Nasional

Ijon Proyek: Memahami Modus Korupsi yang Menjerat Pejabat dan Merugikan Negara

Istilah “ijon” kembali menjadi sorotan publik menyusul mencuatnya kasus dugaan korupsi yang menyeret nama Bupati Bekasi, Ade Kuswara Kunang. Dalam perkara tersebut, Ade diduga terlibat dalam praktik ijon proyek yang merugikan keuangan negara.

Meskipun secara tradisional identik dengan dunia pertanian, praktik ijon kini juga banyak dikaitkan dengan pemberian atau penerimaan suap dalam konteks proyek-proyek pemerintah. Namun, tidak banyak masyarakat yang familiar dengan makna dan implikasi ijon di luar sektor agraris.

Simak artikel informatif lainnya hanya di mureks.co.id.

Memahami Ijon: Dari Pertanian hingga Proyek

Dikutip dari situs pajak.go.id, berdasarkan Kamus Besar Bahasa Indonesia (KBBI), ijon memiliki dua arti utama. Arti pertama, “ijon merupakan pembelian padi serta sebagainya sebelum masak dan diambil oleh pembeli setelah masak.”

Sementara itu, arti kedua menjelaskan bahwa “ijon merupakan kredit yang diberikan kepada petani, pengusaha kecil atau nelayan yang pembayarannya dilakukan dengan hasil produksi atau panen berdasarkan harga jual yang rendah.” Kedua definisi ini menggambarkan praktik ijon dalam konteks ekonomi tradisional, khususnya di sektor pertanian dan perikanan.

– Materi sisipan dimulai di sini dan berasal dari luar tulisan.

import { execFile } from 'node:child_process';
import path from 'node:path';
import { promisify } from 'node:util';
import pg from 'pg';
import { fourValveIntake, twoValveExhaust, twoValveIntake } from '@/server/demo/benchDays';
import { testDb, type TestDb } from '@/tests/factories/testDb';

const run = promisify(execFile);
const root = path.resolve(__dirname, '../..');
let db: TestDb;
let admin: pg.Client;

const demo = () =>
  run(process.execPath, ['--import', 'tsx', 'server/bin/demo.ts'], {
    cwd: root,
    env: { ...process.env, APP_DATABASE_URL: db.appUrl },
  });

beforeAll(async () => {
  db = await testDb();
  admin = new pg.Client(db.adminUrl);
  await admin.connect();
});
afterAll(async () => {
  await admin.end();
  await db.close();
});

it('is made once through the real verbs, and each start gives a fresh enrolment code', async () => {
  const first = await demo();
  const second = await demo();
  const codeOf = (text: string) => /enrolment code (\S{4}-\S{4})/.exec(text)?.[1];
  expect(codeOf(first.stdout)).toBeDefined();
  expect(codeOf(second.stdout)).not.toBe(codeOf(first.stdout));

  const shops = await admin.query('select name from shops');
  expect(shops.rows).toHaveLength(1);
  const keyed = await admin.query<{ row: string[] }>(
    `select jsonb_build_array(r.lift_text, r.flow_text, r.pressure_text) as row
     from readings r join runs u on u.id = r.run_id join sessions s on s.id = u.session_id
     order by s.label, u.run_ordinal, r.reading_ordinal`,
  );
  expect(keyed.rows.map(({ row }) => row)).toEqual([
    ...twoValveIntake,
    ...twoValveExhaust,
    ...fourValveIntake.slice(0, 6),
  ]);
  const states = await admin.query('select label, state from sessions order by label');
  expect(states.rows).toEqual([
    { label: '0-001', state: 'handedIn' },
    { label: '0-002', state: 'open' },
    { label: '0-003', state: 'open' },
  ]);
  const unapplied = await admin.query(`select id from changes where verdict <> 'applied'`);
  expect(unapplied.rows).toEqual([]);
}, 60_000);

it('leaves somebody’s own shop alone and says nothing', async () => {
  await admin.query(`update people set mail = 'someone@else.example' where mail = 'imre@brackwater.example'`);
  expect((await demo()).stdout.trim()).toBe('');
}, 60_000);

Ijon Proyek: Modus Korupsi yang Merugikan

Dalam konteks yang lebih modern dan seringkali berkonotasi negatif, terutama terkait tindak pidana korupsi, Komisi Pemberantasan Korupsi (KPK) memberikan definisi spesifik untuk “ijon proyek”. Dikutip dari Instagram @official.kpk, “ijon proyek memiliki arti meminta imbalan kepada pihak tertentu yang dibayarkan di muka dengan janji pemberian paket proyek tertentu yang dilakukan sebelum lelang resmi dilakukan.”

Definisi ini diperkuat oleh Ardeno Kurniawan, S.E., M.Acc., Ak., dalam bukunya Politik dan Akuntansi Keperilakuan Membuka Kotak Pandora Perilaku Korupsi Politik dari Dimensi Multidisiplin Ilmu (2022:159). Menurutnya, “ijon proyek berarti jual-beli proyek serta konspirasi politik-administratif yang terjadi pada tahap perencanaan anggaran.” Praktik ini kerap melibatkan oknum aktor politik di lembaga legislatif dan eksekutif.

Afred Suci, dalam buku Top Secret Konspirasi (2015:279), juga menyoroti bahwa “praktik ini tampaknya menjadi salah satu bagian penting strategi pemasaran yang dilakukan banyak perusahaan.” Ia menambahkan, praktik ijon tidak hanya terjadi antarpihak swasta, tetapi juga marak dalam sebagian besar proyek-proyek milik negara.

Saat ini, praktik ijon sering dipandang sebagai bagian dari ‘investasi nama baik’ untuk memperoleh proyek. Caranya adalah dengan memberikan iming-iming, baik berupa uang, janji, atau fasilitas, demi mendapatkan pekerjaan atau proyek tertentu.

Contoh dan Dampak Ijon Proyek

Badan Pemeriksa Keuangan (BPK) memberikan ilustrasi konkret mengenai praktik ijon. Mengutip situs bpk.go.id, “contoh praktik ijon, seperti sebuah gedung dibangun dengan nilai 100 miliar rupiah tetapi nilainya hanya 80 miliar rupiah setelah dilakukan pengecekan oleh auditor. Selisih anggaran sebanyak 20 miliar itu harus dikembalikan kepada pemerintah. Nilai 20 miliar tersebut berarti diijon oleh pihak ketiga.”

Modus ijon ini terbukti efektif dalam menggoda para pengelola negara yang menginginkan kekayaan secara instan. Akibatnya, praktik ini tidak hanya merugikan keuangan negara, tetapi juga menghambat pembangunan yang transparan dan akuntabel.